WHAT YOU WILL DO:
Within the data below, count the lines that include the word "twofold". Provide the number and nothing further.

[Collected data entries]
┌──

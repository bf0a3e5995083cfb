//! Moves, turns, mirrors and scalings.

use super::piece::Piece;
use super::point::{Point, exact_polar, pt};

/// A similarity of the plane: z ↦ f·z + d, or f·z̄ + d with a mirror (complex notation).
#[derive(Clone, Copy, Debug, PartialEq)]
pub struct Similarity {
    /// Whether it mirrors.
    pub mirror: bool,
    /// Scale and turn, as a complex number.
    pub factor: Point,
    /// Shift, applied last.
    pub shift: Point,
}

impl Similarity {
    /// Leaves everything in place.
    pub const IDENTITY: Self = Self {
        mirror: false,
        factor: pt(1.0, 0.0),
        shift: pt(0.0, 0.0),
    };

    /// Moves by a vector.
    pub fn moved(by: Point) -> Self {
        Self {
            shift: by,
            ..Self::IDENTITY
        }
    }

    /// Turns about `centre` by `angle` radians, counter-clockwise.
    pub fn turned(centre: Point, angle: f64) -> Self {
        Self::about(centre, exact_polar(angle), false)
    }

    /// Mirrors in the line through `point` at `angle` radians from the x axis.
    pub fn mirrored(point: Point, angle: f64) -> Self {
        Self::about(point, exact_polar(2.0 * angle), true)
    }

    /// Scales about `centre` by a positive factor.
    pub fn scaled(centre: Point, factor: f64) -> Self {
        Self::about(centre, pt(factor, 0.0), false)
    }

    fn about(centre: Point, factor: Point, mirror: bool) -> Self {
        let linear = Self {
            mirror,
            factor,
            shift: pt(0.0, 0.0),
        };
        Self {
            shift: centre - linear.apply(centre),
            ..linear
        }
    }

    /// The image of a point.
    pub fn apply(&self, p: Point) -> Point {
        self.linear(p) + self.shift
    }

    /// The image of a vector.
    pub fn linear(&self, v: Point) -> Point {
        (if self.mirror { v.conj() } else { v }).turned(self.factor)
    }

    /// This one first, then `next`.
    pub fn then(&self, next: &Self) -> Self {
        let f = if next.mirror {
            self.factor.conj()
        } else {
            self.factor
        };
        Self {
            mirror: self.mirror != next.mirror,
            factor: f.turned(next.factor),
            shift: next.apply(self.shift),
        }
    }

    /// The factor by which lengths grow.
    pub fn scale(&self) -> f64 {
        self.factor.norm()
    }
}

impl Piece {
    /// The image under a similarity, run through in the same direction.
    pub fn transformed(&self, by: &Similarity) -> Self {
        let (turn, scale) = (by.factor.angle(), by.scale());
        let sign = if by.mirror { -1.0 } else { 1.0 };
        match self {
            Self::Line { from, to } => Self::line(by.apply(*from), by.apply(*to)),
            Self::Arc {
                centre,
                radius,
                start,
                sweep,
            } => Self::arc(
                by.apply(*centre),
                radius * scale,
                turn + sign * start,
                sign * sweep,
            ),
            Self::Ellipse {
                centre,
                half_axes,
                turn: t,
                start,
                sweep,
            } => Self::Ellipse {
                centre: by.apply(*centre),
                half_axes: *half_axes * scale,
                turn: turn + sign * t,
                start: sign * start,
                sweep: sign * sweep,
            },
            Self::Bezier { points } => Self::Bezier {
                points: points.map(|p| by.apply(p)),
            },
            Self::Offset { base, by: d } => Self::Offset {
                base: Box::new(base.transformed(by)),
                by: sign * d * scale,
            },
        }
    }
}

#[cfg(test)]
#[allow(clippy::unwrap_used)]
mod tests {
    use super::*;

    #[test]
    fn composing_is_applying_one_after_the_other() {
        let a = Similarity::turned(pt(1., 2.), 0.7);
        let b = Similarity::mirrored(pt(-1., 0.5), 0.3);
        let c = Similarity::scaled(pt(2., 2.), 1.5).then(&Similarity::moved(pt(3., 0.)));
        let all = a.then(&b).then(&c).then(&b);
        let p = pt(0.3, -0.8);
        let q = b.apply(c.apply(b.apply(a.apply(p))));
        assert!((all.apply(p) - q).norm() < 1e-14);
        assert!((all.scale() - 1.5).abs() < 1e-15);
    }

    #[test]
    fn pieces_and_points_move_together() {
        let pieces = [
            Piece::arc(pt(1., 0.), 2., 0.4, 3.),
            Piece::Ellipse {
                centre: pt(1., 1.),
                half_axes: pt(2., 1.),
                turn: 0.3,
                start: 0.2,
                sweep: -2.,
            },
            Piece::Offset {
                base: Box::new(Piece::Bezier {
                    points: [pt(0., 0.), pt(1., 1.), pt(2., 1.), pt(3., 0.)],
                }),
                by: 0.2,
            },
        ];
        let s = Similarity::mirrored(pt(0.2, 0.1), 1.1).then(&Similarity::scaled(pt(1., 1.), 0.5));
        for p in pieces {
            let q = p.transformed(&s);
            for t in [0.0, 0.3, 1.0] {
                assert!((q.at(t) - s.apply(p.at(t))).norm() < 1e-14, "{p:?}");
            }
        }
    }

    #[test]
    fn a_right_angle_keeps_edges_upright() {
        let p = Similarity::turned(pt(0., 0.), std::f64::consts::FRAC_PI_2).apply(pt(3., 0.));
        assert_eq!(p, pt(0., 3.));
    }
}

└──
┌──

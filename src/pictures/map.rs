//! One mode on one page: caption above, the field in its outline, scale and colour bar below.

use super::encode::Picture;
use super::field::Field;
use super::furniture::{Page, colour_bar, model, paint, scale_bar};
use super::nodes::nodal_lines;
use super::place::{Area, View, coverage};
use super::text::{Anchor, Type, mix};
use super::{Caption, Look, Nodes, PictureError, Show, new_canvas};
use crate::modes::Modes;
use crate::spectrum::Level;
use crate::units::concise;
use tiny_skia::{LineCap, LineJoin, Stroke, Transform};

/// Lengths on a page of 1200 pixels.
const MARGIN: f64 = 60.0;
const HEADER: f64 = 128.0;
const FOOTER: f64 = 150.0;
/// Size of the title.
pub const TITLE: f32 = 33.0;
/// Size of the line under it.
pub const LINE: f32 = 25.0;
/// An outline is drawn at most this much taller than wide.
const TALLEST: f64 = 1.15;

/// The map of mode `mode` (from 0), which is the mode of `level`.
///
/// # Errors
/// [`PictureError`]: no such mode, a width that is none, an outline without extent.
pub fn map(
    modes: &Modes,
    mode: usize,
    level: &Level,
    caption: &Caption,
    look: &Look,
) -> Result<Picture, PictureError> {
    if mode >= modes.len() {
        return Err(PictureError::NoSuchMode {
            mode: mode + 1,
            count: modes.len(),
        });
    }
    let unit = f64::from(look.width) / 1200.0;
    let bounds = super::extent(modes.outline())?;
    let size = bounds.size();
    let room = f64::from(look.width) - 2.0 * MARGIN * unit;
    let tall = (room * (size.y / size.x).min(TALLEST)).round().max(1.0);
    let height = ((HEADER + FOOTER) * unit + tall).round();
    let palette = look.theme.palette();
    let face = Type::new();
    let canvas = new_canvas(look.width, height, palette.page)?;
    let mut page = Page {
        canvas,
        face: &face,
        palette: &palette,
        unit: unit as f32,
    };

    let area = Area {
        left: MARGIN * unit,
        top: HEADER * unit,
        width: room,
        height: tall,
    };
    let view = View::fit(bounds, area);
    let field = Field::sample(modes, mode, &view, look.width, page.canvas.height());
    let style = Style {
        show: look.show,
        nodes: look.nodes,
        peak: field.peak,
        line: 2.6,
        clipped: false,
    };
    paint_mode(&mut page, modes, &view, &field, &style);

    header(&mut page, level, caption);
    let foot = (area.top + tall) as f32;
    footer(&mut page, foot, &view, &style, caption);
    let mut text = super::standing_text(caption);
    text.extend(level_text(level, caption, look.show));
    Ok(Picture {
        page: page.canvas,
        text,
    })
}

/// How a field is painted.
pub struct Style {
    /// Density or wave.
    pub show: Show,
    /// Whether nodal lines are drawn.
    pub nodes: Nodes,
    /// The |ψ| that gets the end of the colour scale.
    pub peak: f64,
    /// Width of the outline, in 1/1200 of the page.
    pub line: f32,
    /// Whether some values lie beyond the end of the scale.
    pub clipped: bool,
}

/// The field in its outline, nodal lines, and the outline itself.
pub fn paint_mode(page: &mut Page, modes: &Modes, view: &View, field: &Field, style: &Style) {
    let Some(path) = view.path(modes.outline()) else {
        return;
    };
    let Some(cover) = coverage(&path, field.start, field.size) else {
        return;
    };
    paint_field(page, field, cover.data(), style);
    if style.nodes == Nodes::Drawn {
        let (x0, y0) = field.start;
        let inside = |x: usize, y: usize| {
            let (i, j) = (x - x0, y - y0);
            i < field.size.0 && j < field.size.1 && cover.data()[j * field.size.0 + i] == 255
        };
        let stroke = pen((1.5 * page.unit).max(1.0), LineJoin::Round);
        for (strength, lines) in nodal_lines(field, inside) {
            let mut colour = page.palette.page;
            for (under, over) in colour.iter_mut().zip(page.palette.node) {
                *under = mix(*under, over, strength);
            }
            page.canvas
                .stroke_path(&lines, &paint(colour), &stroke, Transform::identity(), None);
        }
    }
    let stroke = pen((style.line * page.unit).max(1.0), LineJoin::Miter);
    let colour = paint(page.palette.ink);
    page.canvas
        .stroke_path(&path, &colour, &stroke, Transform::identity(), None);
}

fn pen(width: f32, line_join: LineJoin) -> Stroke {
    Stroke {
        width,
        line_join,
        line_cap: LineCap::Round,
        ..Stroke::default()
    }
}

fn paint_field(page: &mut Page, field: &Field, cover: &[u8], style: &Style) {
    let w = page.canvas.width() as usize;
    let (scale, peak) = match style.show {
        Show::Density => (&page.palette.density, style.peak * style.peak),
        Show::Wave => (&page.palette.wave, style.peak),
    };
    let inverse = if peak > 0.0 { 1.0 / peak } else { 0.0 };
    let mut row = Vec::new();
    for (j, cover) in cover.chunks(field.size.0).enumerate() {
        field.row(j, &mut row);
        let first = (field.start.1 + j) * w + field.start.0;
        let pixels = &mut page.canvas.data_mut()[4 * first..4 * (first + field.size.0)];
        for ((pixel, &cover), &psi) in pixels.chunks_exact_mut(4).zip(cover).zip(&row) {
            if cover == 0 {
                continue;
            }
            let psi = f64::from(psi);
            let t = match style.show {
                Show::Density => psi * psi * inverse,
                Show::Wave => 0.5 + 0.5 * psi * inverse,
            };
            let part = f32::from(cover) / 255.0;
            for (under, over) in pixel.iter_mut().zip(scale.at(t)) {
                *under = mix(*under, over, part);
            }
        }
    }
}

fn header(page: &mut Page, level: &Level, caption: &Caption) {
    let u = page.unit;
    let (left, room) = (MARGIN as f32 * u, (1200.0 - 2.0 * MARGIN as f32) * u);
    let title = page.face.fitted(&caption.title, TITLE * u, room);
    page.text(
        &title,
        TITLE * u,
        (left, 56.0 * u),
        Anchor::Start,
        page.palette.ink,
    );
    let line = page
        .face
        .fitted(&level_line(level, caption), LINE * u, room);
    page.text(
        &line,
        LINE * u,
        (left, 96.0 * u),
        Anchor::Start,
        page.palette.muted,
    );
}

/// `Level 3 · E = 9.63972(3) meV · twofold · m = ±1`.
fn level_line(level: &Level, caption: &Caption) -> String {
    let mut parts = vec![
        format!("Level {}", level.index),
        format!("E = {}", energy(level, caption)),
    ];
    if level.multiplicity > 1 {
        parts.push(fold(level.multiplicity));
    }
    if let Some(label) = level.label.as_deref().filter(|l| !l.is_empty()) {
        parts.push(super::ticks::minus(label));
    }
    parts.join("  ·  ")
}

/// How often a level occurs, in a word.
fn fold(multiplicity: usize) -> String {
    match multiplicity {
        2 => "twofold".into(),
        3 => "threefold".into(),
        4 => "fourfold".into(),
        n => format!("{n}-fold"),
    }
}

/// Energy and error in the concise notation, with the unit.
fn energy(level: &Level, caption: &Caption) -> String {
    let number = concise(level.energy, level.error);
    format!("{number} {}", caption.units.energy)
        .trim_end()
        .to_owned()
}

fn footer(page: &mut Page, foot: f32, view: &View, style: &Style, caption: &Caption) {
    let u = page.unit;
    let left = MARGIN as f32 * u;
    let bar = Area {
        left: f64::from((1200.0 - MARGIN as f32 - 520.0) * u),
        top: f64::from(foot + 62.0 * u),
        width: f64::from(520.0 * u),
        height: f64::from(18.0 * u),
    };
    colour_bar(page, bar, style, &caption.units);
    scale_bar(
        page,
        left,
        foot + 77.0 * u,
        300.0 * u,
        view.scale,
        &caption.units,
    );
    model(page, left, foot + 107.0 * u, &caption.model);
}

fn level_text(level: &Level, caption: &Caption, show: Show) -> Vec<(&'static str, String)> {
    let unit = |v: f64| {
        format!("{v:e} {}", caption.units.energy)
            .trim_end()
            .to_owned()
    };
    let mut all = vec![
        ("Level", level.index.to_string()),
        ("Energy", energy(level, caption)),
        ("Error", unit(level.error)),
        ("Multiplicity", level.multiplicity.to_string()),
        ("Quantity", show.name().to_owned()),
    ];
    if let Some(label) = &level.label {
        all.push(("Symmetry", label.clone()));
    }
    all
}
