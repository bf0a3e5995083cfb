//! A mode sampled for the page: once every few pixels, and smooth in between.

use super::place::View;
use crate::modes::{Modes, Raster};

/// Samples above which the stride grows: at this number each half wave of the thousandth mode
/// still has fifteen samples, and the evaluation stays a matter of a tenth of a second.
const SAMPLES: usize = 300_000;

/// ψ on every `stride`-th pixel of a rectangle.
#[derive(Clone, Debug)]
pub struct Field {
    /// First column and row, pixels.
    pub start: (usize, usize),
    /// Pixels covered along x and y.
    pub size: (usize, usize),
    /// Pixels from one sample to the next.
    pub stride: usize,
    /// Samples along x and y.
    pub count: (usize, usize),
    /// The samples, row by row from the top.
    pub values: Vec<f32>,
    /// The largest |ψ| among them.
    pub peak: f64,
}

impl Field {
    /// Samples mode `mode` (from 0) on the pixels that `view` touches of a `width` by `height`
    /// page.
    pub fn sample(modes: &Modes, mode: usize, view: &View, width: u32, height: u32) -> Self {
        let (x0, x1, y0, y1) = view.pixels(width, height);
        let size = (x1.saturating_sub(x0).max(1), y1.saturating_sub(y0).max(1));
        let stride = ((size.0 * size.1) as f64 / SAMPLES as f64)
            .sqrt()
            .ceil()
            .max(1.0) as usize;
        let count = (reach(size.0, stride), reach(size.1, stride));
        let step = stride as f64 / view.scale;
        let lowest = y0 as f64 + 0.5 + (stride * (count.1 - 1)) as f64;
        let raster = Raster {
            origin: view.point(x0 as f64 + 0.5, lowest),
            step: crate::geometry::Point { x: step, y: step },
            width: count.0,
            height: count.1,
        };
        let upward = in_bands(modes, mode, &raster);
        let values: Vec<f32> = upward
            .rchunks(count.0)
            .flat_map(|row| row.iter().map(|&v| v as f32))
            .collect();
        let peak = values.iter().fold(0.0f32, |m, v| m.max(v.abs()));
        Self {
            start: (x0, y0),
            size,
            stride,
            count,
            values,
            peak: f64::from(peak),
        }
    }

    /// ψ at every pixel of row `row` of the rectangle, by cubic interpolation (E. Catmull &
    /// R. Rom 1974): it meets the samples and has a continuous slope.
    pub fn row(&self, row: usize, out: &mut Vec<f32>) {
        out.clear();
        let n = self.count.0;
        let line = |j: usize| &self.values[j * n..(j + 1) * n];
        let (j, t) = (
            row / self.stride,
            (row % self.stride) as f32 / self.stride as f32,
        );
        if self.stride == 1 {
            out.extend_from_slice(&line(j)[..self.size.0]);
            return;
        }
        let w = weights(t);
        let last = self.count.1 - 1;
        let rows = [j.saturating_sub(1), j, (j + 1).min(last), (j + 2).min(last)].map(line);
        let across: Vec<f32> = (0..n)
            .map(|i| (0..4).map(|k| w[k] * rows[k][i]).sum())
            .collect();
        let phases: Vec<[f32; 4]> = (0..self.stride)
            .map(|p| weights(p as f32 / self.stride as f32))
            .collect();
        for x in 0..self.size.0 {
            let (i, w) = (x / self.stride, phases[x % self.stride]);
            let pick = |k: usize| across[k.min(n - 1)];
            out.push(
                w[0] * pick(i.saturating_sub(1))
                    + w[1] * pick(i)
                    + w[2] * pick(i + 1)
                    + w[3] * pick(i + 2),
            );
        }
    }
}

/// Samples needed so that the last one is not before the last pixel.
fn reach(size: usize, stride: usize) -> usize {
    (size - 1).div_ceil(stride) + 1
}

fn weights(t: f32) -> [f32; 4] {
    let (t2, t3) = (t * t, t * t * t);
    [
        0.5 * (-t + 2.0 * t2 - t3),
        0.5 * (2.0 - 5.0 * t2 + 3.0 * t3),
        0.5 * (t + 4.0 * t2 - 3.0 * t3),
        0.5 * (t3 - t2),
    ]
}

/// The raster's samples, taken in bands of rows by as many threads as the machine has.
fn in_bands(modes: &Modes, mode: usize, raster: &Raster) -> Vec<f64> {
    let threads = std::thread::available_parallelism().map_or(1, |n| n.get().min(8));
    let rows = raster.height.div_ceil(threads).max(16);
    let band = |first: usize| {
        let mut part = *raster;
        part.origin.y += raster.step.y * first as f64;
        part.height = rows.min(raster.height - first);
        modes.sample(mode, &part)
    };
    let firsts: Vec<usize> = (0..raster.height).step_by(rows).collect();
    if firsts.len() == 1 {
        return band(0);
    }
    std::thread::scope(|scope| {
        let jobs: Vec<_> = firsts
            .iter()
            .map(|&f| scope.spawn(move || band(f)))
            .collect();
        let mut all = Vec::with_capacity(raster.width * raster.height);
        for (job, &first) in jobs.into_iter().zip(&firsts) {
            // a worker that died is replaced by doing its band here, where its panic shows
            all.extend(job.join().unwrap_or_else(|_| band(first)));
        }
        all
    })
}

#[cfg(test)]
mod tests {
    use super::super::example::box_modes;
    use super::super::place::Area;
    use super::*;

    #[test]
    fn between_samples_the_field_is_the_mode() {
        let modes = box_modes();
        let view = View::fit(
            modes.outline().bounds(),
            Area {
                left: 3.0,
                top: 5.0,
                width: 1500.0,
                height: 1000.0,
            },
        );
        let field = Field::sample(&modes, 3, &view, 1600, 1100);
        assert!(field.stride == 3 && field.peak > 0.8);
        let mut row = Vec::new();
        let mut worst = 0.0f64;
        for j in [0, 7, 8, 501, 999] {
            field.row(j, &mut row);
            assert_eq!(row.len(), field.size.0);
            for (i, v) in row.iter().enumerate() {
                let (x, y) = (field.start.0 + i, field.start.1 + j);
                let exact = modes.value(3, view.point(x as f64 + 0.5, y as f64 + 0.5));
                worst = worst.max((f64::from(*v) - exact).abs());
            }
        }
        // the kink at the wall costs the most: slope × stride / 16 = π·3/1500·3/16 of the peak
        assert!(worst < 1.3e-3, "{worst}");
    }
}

└──

TASK SOLUTION:
2